----- Exercise material

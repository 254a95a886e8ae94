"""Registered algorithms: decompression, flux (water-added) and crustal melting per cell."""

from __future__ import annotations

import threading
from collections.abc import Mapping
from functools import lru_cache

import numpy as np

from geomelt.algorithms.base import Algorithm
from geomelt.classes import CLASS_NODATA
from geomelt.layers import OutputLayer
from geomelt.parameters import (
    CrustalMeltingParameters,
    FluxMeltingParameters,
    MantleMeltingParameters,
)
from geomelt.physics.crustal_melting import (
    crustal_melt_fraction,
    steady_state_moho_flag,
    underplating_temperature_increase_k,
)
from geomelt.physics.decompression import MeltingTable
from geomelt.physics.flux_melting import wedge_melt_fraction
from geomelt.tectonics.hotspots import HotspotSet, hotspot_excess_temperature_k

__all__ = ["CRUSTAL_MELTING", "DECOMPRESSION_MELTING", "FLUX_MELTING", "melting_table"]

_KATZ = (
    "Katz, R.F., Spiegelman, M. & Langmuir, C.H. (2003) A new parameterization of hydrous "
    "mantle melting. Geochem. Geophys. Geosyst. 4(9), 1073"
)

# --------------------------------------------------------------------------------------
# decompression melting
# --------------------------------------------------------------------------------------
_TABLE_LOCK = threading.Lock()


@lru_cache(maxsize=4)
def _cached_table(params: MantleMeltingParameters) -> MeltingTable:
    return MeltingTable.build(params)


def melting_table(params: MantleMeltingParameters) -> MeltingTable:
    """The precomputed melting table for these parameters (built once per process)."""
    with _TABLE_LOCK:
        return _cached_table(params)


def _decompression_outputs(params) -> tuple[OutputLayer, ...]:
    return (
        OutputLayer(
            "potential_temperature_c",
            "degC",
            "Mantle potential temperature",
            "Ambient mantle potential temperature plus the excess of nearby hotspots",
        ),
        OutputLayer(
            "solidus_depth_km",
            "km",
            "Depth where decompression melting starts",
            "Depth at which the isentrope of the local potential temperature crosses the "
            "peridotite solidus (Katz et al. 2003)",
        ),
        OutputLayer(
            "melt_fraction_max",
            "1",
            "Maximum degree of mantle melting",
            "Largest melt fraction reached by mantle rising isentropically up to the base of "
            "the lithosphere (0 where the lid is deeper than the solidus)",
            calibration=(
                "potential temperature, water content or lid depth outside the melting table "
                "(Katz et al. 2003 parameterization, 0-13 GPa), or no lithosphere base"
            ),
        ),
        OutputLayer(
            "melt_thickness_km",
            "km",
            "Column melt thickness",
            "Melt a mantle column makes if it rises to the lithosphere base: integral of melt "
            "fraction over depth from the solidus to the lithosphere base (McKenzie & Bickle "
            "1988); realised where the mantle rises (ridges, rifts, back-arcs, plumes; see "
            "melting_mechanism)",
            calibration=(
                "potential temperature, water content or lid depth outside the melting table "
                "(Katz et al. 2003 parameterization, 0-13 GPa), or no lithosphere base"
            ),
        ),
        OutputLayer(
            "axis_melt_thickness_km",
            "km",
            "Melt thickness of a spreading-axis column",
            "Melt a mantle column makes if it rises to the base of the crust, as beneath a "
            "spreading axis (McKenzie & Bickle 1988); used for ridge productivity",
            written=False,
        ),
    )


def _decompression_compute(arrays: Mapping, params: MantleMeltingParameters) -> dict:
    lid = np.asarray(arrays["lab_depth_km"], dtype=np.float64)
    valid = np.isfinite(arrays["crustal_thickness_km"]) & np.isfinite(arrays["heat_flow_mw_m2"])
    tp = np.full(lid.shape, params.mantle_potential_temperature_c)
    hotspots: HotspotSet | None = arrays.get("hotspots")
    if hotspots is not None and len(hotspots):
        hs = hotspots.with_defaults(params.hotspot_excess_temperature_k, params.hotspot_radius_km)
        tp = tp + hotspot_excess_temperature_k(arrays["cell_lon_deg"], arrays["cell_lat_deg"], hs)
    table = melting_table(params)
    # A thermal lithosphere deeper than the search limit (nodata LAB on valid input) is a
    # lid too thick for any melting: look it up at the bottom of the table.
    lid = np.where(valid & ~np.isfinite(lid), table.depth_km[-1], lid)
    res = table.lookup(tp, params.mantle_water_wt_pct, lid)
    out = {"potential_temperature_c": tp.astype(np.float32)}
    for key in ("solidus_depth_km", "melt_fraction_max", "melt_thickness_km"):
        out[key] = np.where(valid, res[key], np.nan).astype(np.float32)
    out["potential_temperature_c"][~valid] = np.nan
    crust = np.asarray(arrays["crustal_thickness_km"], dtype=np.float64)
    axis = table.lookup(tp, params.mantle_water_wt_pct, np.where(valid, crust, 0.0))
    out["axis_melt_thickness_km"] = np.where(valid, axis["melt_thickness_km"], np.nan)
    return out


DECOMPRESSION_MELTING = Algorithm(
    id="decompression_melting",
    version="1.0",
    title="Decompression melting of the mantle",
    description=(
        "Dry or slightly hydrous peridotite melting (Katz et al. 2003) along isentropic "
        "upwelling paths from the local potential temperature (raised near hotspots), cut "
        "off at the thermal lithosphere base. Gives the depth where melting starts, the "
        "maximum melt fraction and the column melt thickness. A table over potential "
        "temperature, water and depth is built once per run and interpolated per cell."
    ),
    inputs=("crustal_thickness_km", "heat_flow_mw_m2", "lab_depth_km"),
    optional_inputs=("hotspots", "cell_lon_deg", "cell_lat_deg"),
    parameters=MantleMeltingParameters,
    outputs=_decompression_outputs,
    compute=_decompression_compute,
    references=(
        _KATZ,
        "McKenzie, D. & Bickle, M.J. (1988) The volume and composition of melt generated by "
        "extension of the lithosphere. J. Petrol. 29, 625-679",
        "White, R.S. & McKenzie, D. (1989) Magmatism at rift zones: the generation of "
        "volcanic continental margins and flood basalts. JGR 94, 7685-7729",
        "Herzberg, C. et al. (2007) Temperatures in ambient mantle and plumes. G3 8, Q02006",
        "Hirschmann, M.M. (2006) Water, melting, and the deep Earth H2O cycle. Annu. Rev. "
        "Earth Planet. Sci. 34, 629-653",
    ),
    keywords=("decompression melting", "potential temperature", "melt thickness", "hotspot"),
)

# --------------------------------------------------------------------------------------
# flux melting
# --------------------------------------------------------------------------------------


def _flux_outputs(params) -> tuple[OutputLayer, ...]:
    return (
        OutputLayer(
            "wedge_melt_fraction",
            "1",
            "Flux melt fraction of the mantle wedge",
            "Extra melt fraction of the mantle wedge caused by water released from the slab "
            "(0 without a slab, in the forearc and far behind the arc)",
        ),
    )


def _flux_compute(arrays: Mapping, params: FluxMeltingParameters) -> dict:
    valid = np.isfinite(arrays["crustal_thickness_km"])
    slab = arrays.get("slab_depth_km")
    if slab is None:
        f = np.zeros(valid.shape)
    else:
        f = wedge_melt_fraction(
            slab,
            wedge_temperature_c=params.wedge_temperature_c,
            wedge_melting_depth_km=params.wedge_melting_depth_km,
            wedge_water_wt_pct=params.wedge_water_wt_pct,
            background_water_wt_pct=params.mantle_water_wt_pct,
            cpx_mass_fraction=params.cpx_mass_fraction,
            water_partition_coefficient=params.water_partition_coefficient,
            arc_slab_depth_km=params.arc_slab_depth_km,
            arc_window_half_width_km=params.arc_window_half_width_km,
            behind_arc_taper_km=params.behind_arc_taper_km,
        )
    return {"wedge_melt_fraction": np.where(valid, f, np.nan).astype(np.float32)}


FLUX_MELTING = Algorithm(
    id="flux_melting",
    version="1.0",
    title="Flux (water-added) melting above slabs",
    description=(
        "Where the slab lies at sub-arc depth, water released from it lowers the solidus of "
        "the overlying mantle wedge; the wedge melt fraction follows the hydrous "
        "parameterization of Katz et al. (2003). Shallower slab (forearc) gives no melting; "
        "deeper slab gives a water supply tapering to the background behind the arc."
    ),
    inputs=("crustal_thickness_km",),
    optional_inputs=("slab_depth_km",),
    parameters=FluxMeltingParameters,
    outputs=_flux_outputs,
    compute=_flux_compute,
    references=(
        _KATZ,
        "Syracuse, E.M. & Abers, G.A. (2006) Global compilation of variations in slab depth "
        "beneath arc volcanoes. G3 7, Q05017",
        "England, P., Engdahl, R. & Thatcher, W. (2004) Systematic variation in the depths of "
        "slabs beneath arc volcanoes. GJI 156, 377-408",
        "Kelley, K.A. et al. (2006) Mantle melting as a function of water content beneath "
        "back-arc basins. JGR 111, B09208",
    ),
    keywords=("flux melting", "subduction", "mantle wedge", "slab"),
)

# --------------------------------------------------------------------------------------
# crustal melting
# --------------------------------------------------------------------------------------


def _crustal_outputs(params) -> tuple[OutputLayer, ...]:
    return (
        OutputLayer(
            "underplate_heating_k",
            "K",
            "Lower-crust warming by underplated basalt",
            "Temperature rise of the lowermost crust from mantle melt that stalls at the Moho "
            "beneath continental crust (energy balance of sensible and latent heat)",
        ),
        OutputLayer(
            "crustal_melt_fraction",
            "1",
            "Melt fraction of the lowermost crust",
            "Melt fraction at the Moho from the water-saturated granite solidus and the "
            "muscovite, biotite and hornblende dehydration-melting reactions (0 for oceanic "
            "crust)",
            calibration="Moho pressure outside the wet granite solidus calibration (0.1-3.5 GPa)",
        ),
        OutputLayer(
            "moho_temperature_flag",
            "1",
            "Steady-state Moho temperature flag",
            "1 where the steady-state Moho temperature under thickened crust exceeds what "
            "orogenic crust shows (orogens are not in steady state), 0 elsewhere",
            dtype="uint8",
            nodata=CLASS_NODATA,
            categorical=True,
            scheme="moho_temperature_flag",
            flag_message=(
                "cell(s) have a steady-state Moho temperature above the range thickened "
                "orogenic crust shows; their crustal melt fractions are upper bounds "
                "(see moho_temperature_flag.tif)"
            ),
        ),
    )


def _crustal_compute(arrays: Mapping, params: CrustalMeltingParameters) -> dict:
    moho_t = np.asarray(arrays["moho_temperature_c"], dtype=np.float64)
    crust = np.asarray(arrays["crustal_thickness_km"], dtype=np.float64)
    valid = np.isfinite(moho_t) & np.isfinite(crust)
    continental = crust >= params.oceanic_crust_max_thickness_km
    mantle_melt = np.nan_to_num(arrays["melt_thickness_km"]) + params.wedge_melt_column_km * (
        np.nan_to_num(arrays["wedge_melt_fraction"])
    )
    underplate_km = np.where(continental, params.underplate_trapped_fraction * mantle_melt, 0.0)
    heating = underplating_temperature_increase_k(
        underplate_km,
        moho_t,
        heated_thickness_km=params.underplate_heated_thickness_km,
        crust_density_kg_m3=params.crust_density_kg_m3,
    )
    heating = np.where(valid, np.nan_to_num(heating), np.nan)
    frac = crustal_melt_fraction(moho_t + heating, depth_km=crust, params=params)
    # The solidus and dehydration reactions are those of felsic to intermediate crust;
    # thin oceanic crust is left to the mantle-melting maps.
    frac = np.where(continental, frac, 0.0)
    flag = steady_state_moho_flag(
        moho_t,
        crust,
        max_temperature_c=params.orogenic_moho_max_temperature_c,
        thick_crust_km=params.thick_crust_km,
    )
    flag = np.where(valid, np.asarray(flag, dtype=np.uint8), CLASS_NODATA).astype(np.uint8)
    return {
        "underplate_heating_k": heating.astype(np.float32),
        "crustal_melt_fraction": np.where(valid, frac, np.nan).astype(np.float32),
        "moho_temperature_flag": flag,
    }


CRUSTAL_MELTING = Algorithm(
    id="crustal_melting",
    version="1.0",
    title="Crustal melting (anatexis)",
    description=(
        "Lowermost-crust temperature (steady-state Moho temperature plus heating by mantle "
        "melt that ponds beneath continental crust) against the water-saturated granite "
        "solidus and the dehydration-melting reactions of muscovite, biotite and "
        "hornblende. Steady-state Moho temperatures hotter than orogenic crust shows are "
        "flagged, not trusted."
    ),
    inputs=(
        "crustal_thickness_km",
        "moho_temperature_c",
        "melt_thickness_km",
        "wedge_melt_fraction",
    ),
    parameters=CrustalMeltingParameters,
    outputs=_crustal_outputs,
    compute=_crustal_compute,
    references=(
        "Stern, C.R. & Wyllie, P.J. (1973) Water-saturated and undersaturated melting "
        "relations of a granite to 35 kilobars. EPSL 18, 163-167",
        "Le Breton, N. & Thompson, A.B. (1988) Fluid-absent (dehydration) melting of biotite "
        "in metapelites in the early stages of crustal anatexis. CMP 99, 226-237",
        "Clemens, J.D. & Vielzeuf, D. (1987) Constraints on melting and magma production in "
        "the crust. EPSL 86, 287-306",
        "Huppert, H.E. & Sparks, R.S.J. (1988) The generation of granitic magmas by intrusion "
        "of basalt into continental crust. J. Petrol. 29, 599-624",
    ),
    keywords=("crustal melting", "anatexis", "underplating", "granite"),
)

----------

▶ What is expected
Retype only the lines running from the top of the listing to the line that holds "from geomelt.tectonics.hotspots import", both ends included.

▶ Task answer
repository 254a95a886e8ae94
"""Registered algorithms: decompression, flux (water-added) and crustal melting per cell."""

from __future__ import annotations

import threading
from collections.abc import Mapping
from functools import lru_cache

import numpy as np

from geomelt.algorithms.base import Algorithm
from geomelt.classes import CLASS_NODATA
from geomelt.layers import OutputLayer
from geomelt.parameters import (
    CrustalMeltingParameters,
    FluxMeltingParameters,
    MantleMeltingParameters,
)
from geomelt.physics.crustal_melting import (
    crustal_melt_fraction,
    steady_state_moho_flag,
    underplating_temperature_increase_k,
)
from geomelt.physics.decompression import MeltingTable
from geomelt.physics.flux_melting import wedge_melt_fraction
from geomelt.tectonics.hotspots import HotspotSet, hotspot_excess_temperature_k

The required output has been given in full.